In Las Vegas, according to the complaint, 40.6 percent of Fannie-owned homes in communities of color had peeling or chipped paint, compared with 16.7 percent in mostly white neighborhoods.

Some 34.4 percent of its foreclosed homes in nonwhite neighborhoods had overgrown or dead shrubbery, compared with 16.7 percent in predominantly white areas. About 9 percent of its homes in communities of color had a damaged fence, compared to none in mostly white neighborhoods.

Fannie Mae has denied the accusation, saying that it strongly disagrees with the allegations and that its maintenance standards for foreclosed homes “are designed to ensure that all properties are tended to and treated equally.”

Ongoing challenge

For people like the Nelsons, the Las Vegas couple looking for alarger home, the odds are worse for receiving conventional home loans compared to white applicants.

In November 2016, real estate data company Zillow reported that white applicants in the Las Vegas area were denied loans 10.3 percent of the time in 2015.

Black applicants faced a 17.3 percent denial rate. Asians were denied 15.6 percent of the time. Hispanics were denied 13.3 percent of the time. Denial rates for all groups have shrank since 2010.

Zillow expects to release updated numbers in April, a spokeswoman said.

The Las Vegas area has long had among the lowest rates of home ownership regardless of race. About 50 percent of people in the Las Vegas area owned a home in 1994. The number rose to 63 percent in 2004 and 2006. The rate stood at 51 percent in 2016.

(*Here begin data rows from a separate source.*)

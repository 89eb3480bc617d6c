//! The command line: arguments, one file per command, exit codes, all printing.
//!
//! Uses: every room.
//!
//! **Never** judges.

// Printing is this room's job; nobody else may.
#![allow(clippy::print_stdout, clippy::print_stderr)]

#[macro_use]
mod output;

mod describe;
mod exit;
mod expand;
mod export;
mod footprint_at;
mod heights;
mod inputs;
mod instrument;
mod manual;
mod natural_order;
#[cfg(feature = "terminal")]
mod own_settings;
mod planck;
mod reader;
mod review;
mod rules;
mod screen;
mod spectrum;
mod spectrum_energy;
mod surroundings;
mod synth;
mod table;
mod tabulate;
mod train;

use std::process::ExitCode;

use clap::{Parser, Subcommand};

pub use exit::Exit;

/// Screen infrared-sounder granules: look at spectra, flag footprints, export CF flag masks.
///
/// A mask made here is a screening aid for retrieval runs, not a warning service. Decisions on
/// ash, dust or gas for aviation, health or civil protection belong to the responsible authorities.
#[derive(Debug, Parser)]
#[command(
    name = "radsieve",
    version,
    max_term_width = 100,
    after_help = "Exit codes: 0 done (problems found in the data are reported, and still done); 2 wrong \
        usage; 3 some of many inputs failed, each named; 4 nothing could be done; 128 + n ended by \
        signal n."
)]
pub struct Arguments {
    #[command(subcommand)]
    command: Command,
}

#[derive(Debug, Subcommand)]
enum Command {
    /// The terminal review: page through granules, look, flag, sign off.
    Review(review::Arguments),
    /// What was understood of a file, what was guessed and why.
    Describe(describe::Arguments),
    /// Layers per footprint as CSV or JSON lines.
    Tabulate(tabulate::Arguments),
    /// One footprint's spectrum as CSV or JSON.
    Spectrum(spectrum::Arguments),
    /// Run the screening tests over granules, write their decisions into ledgers.
    Screen(screen::Arguments),
    /// Find what the spectra of granules are made of, for the test of unusual ones.
    Train(train::Arguments),
    /// Print a rulebook with its sources, or find its mistakes.
    Rules(rules::Arguments),
    /// Write CF flag masks or footprint lists from the ledgers.
    Export(export::Arguments),
    /// Convert radiance to brightness temperature and back, at the prompt.
    Planck(planck::Arguments),
    /// Make physically based synthetic granules with their truth.
    Synth(synth::Arguments),
    /// Write a completion script for a shell to standard output.
    Completions(manual::CompletionArguments),
    /// Write manual pages into a folder.
    Man(manual::ManArguments),
    /// The reader process: started by the program itself.
    #[command(hide = true, name = reader::NAME)]
    Reader(reader::Arguments),
}

/// Parses the command line, runs the command, reports a failure on standard error.
pub fn main() -> ExitCode {
    surroundings::write_without_file_locks();
    surroundings::outlive_the_limit_on_file_sizes();
    let arguments = match Arguments::try_parse() {
        Ok(arguments) => arguments,
        Err(error) => {
            let wrong_usage = error.use_stderr();
            // Nothing sensible is left to do when standard error is gone.
            let _ = error.print();
            return if wrong_usage { Exit::Usage.into() } else { Exit::Done.into() };
        }
    };
    match run(arguments.command) {
        Ok(exit) => exit.into(),
        Err(error) => {
            if let Some(broken_pipe) = exit::quiet_end(&error) {
                return broken_pipe.into();
            }
            say!("radsieve: {}", output::clean_lines(&exit::words(&error)));
            exit::of_error(&error).into()
        }
    }
}

fn run(command: Command) -> anyhow::Result<Exit> {
    // The review has the terminal to give back and does so itself; a reader is ended by its parent.
    if !matches!(command, Command::Review(_) | Command::Reader(_)) {
        surroundings::leave_nothing_half_written();
    }
    match command {
        Command::Review(arguments) => review::run(arguments),
        Command::Describe(arguments) => describe::run(arguments),
        Command::Tabulate(arguments) => tabulate::run(arguments),
        Command::Spectrum(arguments) => spectrum::run(arguments),
        Command::Screen(arguments) => screen::run(arguments),
        Command::Train(arguments) => train::run(arguments),
        Command::Rules(arguments) => rules::run(arguments),
        Command::Export(arguments) => export::run(arguments),
        Command::Planck(arguments) => planck::run(arguments),
        Command::Synth(arguments) => synth::run(arguments),
        Command::Completions(arguments) => manual::completions(arguments),
        Command::Man(arguments) => manual::man(arguments),
        Command::Reader(arguments) => reader::run(arguments),
    }
}
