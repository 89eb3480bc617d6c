//! What cloud height is worked out with.

use std::path::PathBuf;
use std::sync::Arc;

use anyhow::Context;
use serde_json::{Value, json};

use super::exit::UsageError;
use crate::granule::GranuleError;
use crate::layers::{Expression, Names, evaluate_all};
use crate::review::Review;
use crate::screening::{CLOUD_HEIGHT_NAMES, CloudHeight, Profile};
use crate::system::{Cancel, clean_text};

/// The air for cloud height by CO2 slicing.
#[derive(Debug, Clone, Default, clap::Args)]
pub struct Heights {
    /// A profile of the air for cloud heights in place of a standard atmosphere: lines of pressure
    /// (hPa), temperature (K) and, where known, water vapour and ozone (ppmv), separated by commas
    #[arg(long, value_name = "FILE")]
    pub profile: Option<PathBuf>,
}

impl Heights {
    /// The method on that air.
    ///
    /// # Errors
    /// The profile can't be read or makes no sense.
    pub fn method(&self) -> anyhow::Result<Arc<CloudHeight>> {
        let Some(path) = &self.profile else { return Ok(Arc::default()) };
        let shown = clean_text(&path.to_string_lossy());
        let text = std::fs::read_to_string(path)
            .with_context(|| format!("cannot read the profile {shown}"))?;
        let profile = Profile::parse(&text, &shown)
            .map_err(|error| UsageError(format!("profile {error}")))?;
        Ok(Arc::new(CloudHeight::on(Some(profile))))
    }
}

/// A cloud's top by CO2 slicing.
pub struct CloudTop {
    /// Pressure and its error, hPa.
    pressure: (f64, f64),
    /// Effective amount.
    amount: f64,
}

/// The cloud's top at a footprint, where there is one.
///
/// # Errors
/// The file can't be read.
pub fn cloud_top(review: &Review, footprint: usize) -> Result<Option<CloudTop>, GranuleError> {
    let parsed = CLOUD_HEIGHT_NAMES.iter().filter_map(|(name, _)| Expression::parse(name).ok());
    let expressions: Vec<Expression> = parsed.collect();
    let expressions: Vec<&Expression> = expressions.iter().collect();
    let evaluate = |names: &dyn Names| evaluate_all(&expressions, names);
    let layers = review.names().lend_all(&Cancel::new(), evaluate)?;
    let values: Vec<f64> = layers
        .iter()
        // A file without the channels has no heights.
        .filter_map(|layer| layer.as_ref().ok()?.values.get(footprint).copied())
        .collect();
    Ok(match values[..] {
        [pressure, sd, amount] if !pressure.is_nan() => {
            Some(CloudTop { pressure: (pressure, sd), amount })
        }
        _ => None,
    })
}

impl CloudTop {
    /// For machines.
    pub fn as_json(&self) -> Value {
        let (pressure, sd) = self.pressure;
        json!({ "pressure_hpa": pressure, "pressure_sd_hpa": sd, "effective_amount": self.amount })
    }
}

/// One line about it.
pub fn cloud_top_words(top: Option<&CloudTop>) -> String {
    match top {
        Some(CloudTop { pressure: (pressure, sd), amount }) => format!(
            "cloud top by CO2 slicing at {pressure:.0} hPa, give or take {sd:.0} hPa; effective amount \
             {amount:.2}"
        ),
        None => {
            "no cloud top by CO2 slicing: no cloud, one below 700 hPa, no clear sky near, or no \
                 single height"
                .to_owned()
        }
    }
}
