//! `radsieve spectrum`: one footprint's spectrum as CSV or JSON.

use std::io::{self, BufWriter, Write};
use std::path::PathBuf;

use serde::Serialize;
use serde_json::{Map, Value};

use super::Exit;
use super::footprint_at::{footprint, indices};
use super::inputs::Reading;
use super::output::tell_refused;
use super::spectrum_energy::{EnergyView, stretches};
use super::table::{cell, present, stream_error};
use crate::granule::{Granule, Quantity};
use crate::review::{Review, Spectrum};
use crate::spectral::{absorption, brightness_temperature_or_nan, window_temperature};

/// What was typed.
#[derive(Debug, clap::Args)]
#[command(after_help = "Examples:\n  radsieve spectrum granule.nc --at 12,34,5\n  \
    radsieve spectrum granule.nc --at 12,34,5 --energy")]
pub struct Arguments {
    /// The granule.
    #[arg(value_name = "FILE")]
    file: PathBuf,
    /// The footprint: its zero-based index along each footprint dimension, as in 12,34 or 12,34,5.
    #[arg(long, value_name = "INDICES", allow_hyphen_values = true)]
    at: String,
    /// What the spectrum carries in each absorption band and window, W m-2 sr-1, against a black
    /// body of its window temperature.
    #[arg(long)]
    energy: bool,
    /// One JSON object in place of CSV.
    #[arg(long)]
    json: bool,
    #[command(flatten)]
    reading: Reading,
}

/// Runs the command.
pub fn run(arguments: Arguments) -> anyhow::Result<Exit> {
    let position = indices("--at", &arguments.at)?;
    let granule = arguments.reading.opening()?.open(&arguments.file)?;
    tell_refused(&granule);
    let footprint = footprint("--at", granule.footprints(), &position)?;
    let review = Review::of(granule);
    let spectrum = review.read_spectrum(footprint)?;
    let mut out = BufWriter::new(io::stdout().lock());
    if arguments.energy {
        let view = EnergyView::of(review.granule(), &spectrum);
        match arguments.json {
            true => view.write_json(&arguments.file, &mut out)?,
            false => view.write_csv(&mut out)?,
        }
    } else if arguments.json {
        let clear = clear(review.granule(), footprint)?;
        let answer = answer(&arguments, review.granule(), &position, &spectrum, clear.as_deref());
        serde_json::to_writer(&mut out, &answer).map_err(io::Error::from)?;
        out.write_all(b"\n")?;
    } else {
        let clear = clear(review.granule(), footprint)?;
        write_csv(review.granule(), &spectrum, clear.as_deref(), &mut out)?;
    }
    out.flush()?;
    Ok(Exit::Done)
}

/// The calculated clear-sky brightness temperatures of a footprint, band by band, missing as NaN;
/// nothing where no band has any.
fn clear(granule: &Granule, footprint: usize) -> anyhow::Result<Option<Vec<Vec<f64>>>> {
    let mut found = Vec::new();
    let mut any = false;
    for (number, band) in granule.bands().iter().enumerate() {
        let values = granule.calculated_clear(number, footprint..footprint + 1)?;
        any |= values.is_some();
        let values = values.unwrap_or_else(|| vec![f64::NAN; band.channels()]);
        let kelvin = |(value, nu): (f64, &f64)| match band.quantity {
            Quantity::BrightnessTemperature(_) => value,
            Quantity::Radiance(_) => brightness_temperature_or_nan(*nu, value),
        };
        found.push(values.into_iter().zip(band.axis.wavenumbers()).map(kelvin).collect());
    }
    Ok(any.then_some(found))
}

/// Channels in the file's order, band after band.
fn write_csv(
    granule: &Granule,
    spectrum: &Spectrum,
    clear: Option<&[Vec<f64>]>,
    out: &mut dyn Write,
) -> io::Result<()> {
    let window = window_temperature(&stretches(granule, spectrum)).unwrap_or(f64::NAN);
    let bands = granule.bands();
    let mut writer = csv::Writer::from_writer(out);
    let head = ["band", "wavenumber_cm-1", "radiance_mW_m-2_sr-1_(cm-1)-1", "bt_K", "absorption"];
    let head = head.iter().chain(clear.map(|_| &"bt_clear_K"));
    writer.write_record(head).map_err(stream_error)?;
    for (number, (band, values)) in bands.iter().zip(&spectrum.bands).enumerate() {
        let mut clear = clear.map(|clear| clear[number].iter());
        let values = values.radiances.iter().zip(&values.temperatures);
        for (wavenumber, (radiance, temperature)) in band.axis.wavenumbers().iter().zip(values) {
            let absorbed = absorption(*wavenumber, *radiance, window);
            let numbers = [*wavenumber, *radiance, *temperature, absorbed].map(cell);
            let clear = clear.as_mut().and_then(Iterator::next).map(|clear| cell(*clear));
            let row = std::iter::once(&band.name).chain(&numbers).chain(clear.iter());
            writer.write_record(row).map_err(stream_error)?;
        }
    }
    writer.flush()
}

/// The JSON object; its names are the contract for scripts.
#[derive(Serialize)]
struct Answer {
    file: String,
    position: Map<String, Value>,
    lat: Option<f64>,
    lon: Option<f64>,
    #[serde(rename = "window_bt_K")]
    window_temperature: Option<f64>,
    bands: Vec<BandAnswer>,
}

#[derive(Serialize)]
struct BandAnswer {
    band: String,
    #[serde(rename = "wavenumber_cm-1")]
    wavenumbers: Vec<f64>,
    #[serde(rename = "radiance_mW_m-2_sr-1_(cm-1)-1")]
    radiances: Vec<Option<f64>>,
    #[serde(rename = "bt_K")]
    temperatures: Vec<Option<f64>>,
    absorption: Vec<Option<f64>>,
    #[serde(rename = "bt_clear_K", skip_serializing_if = "Option::is_none")]
    clear: Option<Vec<Option<f64>>>,
}

fn answer(
    arguments: &Arguments,
    granule: &Granule,
    position: &[usize],
    spectrum: &Spectrum,
    clear: Option<&[Vec<f64>]>,
) -> Answer {
    let place = granule.geolocation();
    let field = |values: &Option<Vec<f64>>| {
        values.as_ref().and_then(|values| present(values[spectrum.footprint]))
    };
    let names = granule.footprints().names().iter().cloned();
    let all = |values: &[f64]| values.iter().map(|value| present(*value)).collect();
    let window = window_temperature(&stretches(granule, spectrum));
    let absorbed = |(nu, radiance): (&f64, &f64)| present(absorption(*nu, *radiance, window?));
    Answer {
        file: arguments.file.to_string_lossy().into_owned(),
        position: names.zip(position.iter().map(|index| Value::from(*index))).collect(),
        lat: field(&place.latitude),
        lon: field(&place.longitude),
        window_temperature: window,
        bands: granule
            .bands()
            .iter()
            .zip(&spectrum.bands)
            .enumerate()
            .map(|(number, (band, values))| BandAnswer {
                clear: clear.map(|clear| all(&clear[number])),
                band: band.name.clone(),
                wavenumbers: band.axis.wavenumbers().to_vec(),
                radiances: all(&values.radiances),
                temperatures: all(&values.temperatures),
                absorption: {
                    let channels = band.axis.wavenumbers().iter().zip(&values.radiances);
                    channels.map(absorbed).collect()
                },
            })
            .collect(),
    }
}
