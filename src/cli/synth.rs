//! `radsieve synth`: synthetic granules with their truth.

use std::io::IsTerminal;
use std::path::PathBuf;

use indicatif::{ProgressBar, ProgressStyle};

use super::Exit;
use super::exit::UsageError;
use super::output::Output;
use crate::synth::{
    Calculation, DEFAULT_SEED, Recipe, SceneName, Shape, ToldNoise, make_calculated, make_granule,
};
use crate::system::Cancel;

/// What was typed.
#[derive(Debug, clap::Args)]
#[command(after_help = scenes_and_shapes())]
pub struct Arguments {
    /// Folder for the granules; made if it is not there.
    #[arg(long, value_name = "DIR")]
    out: PathBuf,
    /// What they show: names of scenes, all, or samples (the four sample granules).
    #[arg(long, value_name = "NAME", value_delimiter = ',', default_value = "all")]
    scene: Vec<String>,
    /// How large they are: sample, interferometer, grating, or numbers such as 20x30x9.
    #[arg(long, value_name = "SHAPE", default_value = "sample")]
    shape: String,
    /// What their random numbers grow from; the same seed gives the same granule.
    #[arg(long, value_name = "NUMBER", default_value_t = DEFAULT_SEED)]
    seed: u64,
    /// Draw another climate from a seed: air, gases, ground, clouds, view, hour, noise, defects.
    #[arg(long, value_name = "NUMBER")]
    perturbed: Option<u64>,
    /// Plant a defect of every kind, labelled in the truth, in place of those of the scene.
    #[arg(long)]
    faulty: bool,
    /// Write the noise of the channels into the file: `channels`, one for each, or `detectors`, each
    /// detector's own, and then they differ.
    #[arg(long, value_name = "FOR")]
    nedn: Option<String>,
    /// Write beside each granule what a model calculates for its footprints under clear sky, with a known
    /// bias: exact knows air and ground, model is off as short forecasts are.
    #[arg(long, value_name = "KIND")]
    calculated: Option<String>,
    /// Replace files that are there already.
    #[arg(long)]
    force: bool,
}

fn scenes_and_shapes() -> String {
    let mut text = String::from("Scenes:\n");
    for scene in SceneName::ALL {
        text += &format!("  {:15} {}: {}\n", scene.label(), scene.place(), scene.summary());
    }
    text += "\nShapes:\n  \
        sample          small (under 4 MB), with a layout of the scene's own\n  \
        interferometer  45x30x9 footprints, 717 + 869 + 637 channels\n  \
        grating         135x90 footprints, 2378 channels\n  \
        20x30           scan lines x positions of the grating\n  \
        20x30x9         scan lines x positions x 1, 4 or 9 detectors of the interferometer\n\n\
        Instrument and places are imaginary. Every file says that it is synthetic: no data for science.";
    text
}

/// The scenes that were named, each once, in the order of the list in the help.
fn scenes(names: &[String]) -> anyhow::Result<Vec<SceneName>> {
    let known = |name: &str| {
        ["all", "samples"].contains(&name) || SceneName::ALL.iter().any(|one| one.label() == name)
    };
    if let Some(stranger) = names.iter().find(|name| !known(name)) {
        let labels = SceneName::ALL.map(SceneName::label).join(", ");
        let message = format!("--scene: {stranger:?} is no scene: write all, samples, {labels}");
        return Err(UsageError(message).into());
    }
    let is_named = |scene: &SceneName| {
        names.iter().any(|name| match name.as_str() {
            "all" => true,
            "samples" => SceneName::SAMPLES.contains(scene),
            name => name == scene.label(),
        })
    };
    Ok(SceneName::ALL.into_iter().filter(is_named).collect())
}

fn told_noise(text: &str) -> anyhow::Result<ToldNoise> {
    let wrong = || UsageError(format!("--nedn: {text:?} is neither channels nor detectors"));
    Ok(ToldNoise::parse(text).ok_or_else(wrong)?)
}

/// A granule, and what is calculated for it.
struct Planned {
    recipe: Recipe,
    path: PathBuf,
    calculated: Option<(Calculation, PathBuf)>,
}

impl Planned {
    fn paths(&self) -> impl Iterator<Item = &PathBuf> {
        std::iter::once(&self.path).chain(self.calculated.iter().map(|(_, path)| path))
    }
}

fn calculation(text: &str) -> anyhow::Result<Calculation> {
    let wrong = || UsageError(format!("--calculated: {text:?} is no kind: write exact or model"));
    Ok(Calculation::parse(text).ok_or_else(wrong)?)
}

/// What the arguments mean: recipes and where they go.
fn plan(arguments: &Arguments) -> anyhow::Result<Vec<Planned>> {
    let calculated = arguments.calculated.as_deref().map(calculation).transpose()?;
    let nedn = arguments.nedn.as_deref().map(told_noise).transpose()?;
    let shape =
        Shape::parse(&arguments.shape).map_err(|error| UsageError(format!("--shape: {error}")))?;
    let scenes = scenes(&arguments.scene)?;
    let planned: Vec<Planned> = scenes
        .into_iter()
        .map(|scene| Recipe {
            scene,
            shape,
            seed: arguments.seed,
            perturbed: arguments.perturbed,
            faulty: arguments.faulty,
            nedn,
        })
        .map(|recipe| Planned {
            recipe,
            path: arguments.out.join(recipe.file_name()),
            calculated: calculated
                .map(|kind| (kind, arguments.out.join(recipe.calculated_file_name()))),
        })
        .collect();
    if !arguments.force
        && let Some(there) = planned.iter().flat_map(Planned::paths).find(|path| path.exists())
    {
        let there = there.display();
        anyhow::bail!("{there} is there already; --force replaces it (nothing was written)");
    }
    Ok(planned)
}

/// Runs the command.
pub fn run(arguments: Arguments) -> anyhow::Result<Exit> {
    let planned = plan(&arguments)?;
    std::fs::create_dir_all(&arguments.out).map_err(|error| {
        anyhow::anyhow!("cannot make the folder {}: {error}", arguments.out.display())
    })?;
    let cancel = Cancel::new();
    let mut output = Output::default();
    for Planned { recipe, path, calculated } in planned {
        let name = recipe.file_name();
        let progress = Progress::new(&name);
        make_granule(recipe, &path, &cancel, &mut |done, all| progress.at(done, all))?;
        progress.end();
        output.path(&path);
        if let Some((kind, path)) = calculated {
            say!("calculating {}", recipe.calculated_file_name());
            make_calculated(recipe, kind, &path, &cancel)?;
            output.path(&path);
        }
    }
    output.end(Exit::Done)
}

/// A bar on a terminal; elsewhere a plain line at the start.
struct Progress(ProgressBar);

impl Progress {
    fn new(name: &str) -> Progress {
        if std::io::stderr().is_terminal() {
            let bar = ProgressBar::new(0);
            if let Ok(style) = ProgressStyle::with_template("{msg} {bar:30} {pos}/{len} scan lines")
            {
                bar.set_style(style);
            }
            bar.set_message(name.to_owned());
            return Progress(bar);
        }
        say!("making {name}");
        Progress(ProgressBar::hidden())
    }

    fn at(&self, done: usize, all: usize) {
        self.0.set_length(all as u64);
        self.0.set_position(done as u64);
    }

    fn end(&self) {
        self.0.finish_and_clear();
    }
}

Las Vegas demographics favor the rental market because of borrowing and lending constraints after the financial crisis, said Vivek Sah, director of UNLV’s LIED Institute for Real Estate Studies.

Many Las Vegans already struggle for a down payment large enough to qualify for conventional loans, he said.

Growing home prices only raise the down-payment requirements, pricing people out.

“That is why you may be seeing an apartment boom in the valley,” Sah said. “The Vegas market is dominated by low-end, less-educated jobs in the gaming and hotel industry. These jobs do not make a strong case on qualification for home buying, as the salaries are not stable and a lot are gratuity-based.”

‘Educate the buyer’

Las Vegas real estate agent Tracie Lockett-Green learned the value of home ownership around 8 years old. After her parents paid for their New York house in full, her father burned their mortgage documents to celebrate.

Lockett-Green moved to Southern Nevada about 25 years ago. She saw the Great Recession hit downtown Las Vegas especially hard. She worked with the Neighborhood Stabilization Program to help rehabilitate foreclosed houses, helping 90 homeowners. The program helped around 3,000 Nevadans.

The program lost funding in 2014.

The way to improve home ownership among people of color and people with low incomes is education, Lockett-Green said.

Not enough people know what agencies to go to for assistance, what determines a credit score, or how to improve inherited property to increase its value, she said.

Disadvantaged groups are making up for generations of lost time building wealth and credit. For Lockett-Green, government programs, employer programs, online resources, and programs from organizations such as the Culinary union help first-time homeowners close the gap.

“This should be in high schools,” she said. “We’ve got to educate the buyer.”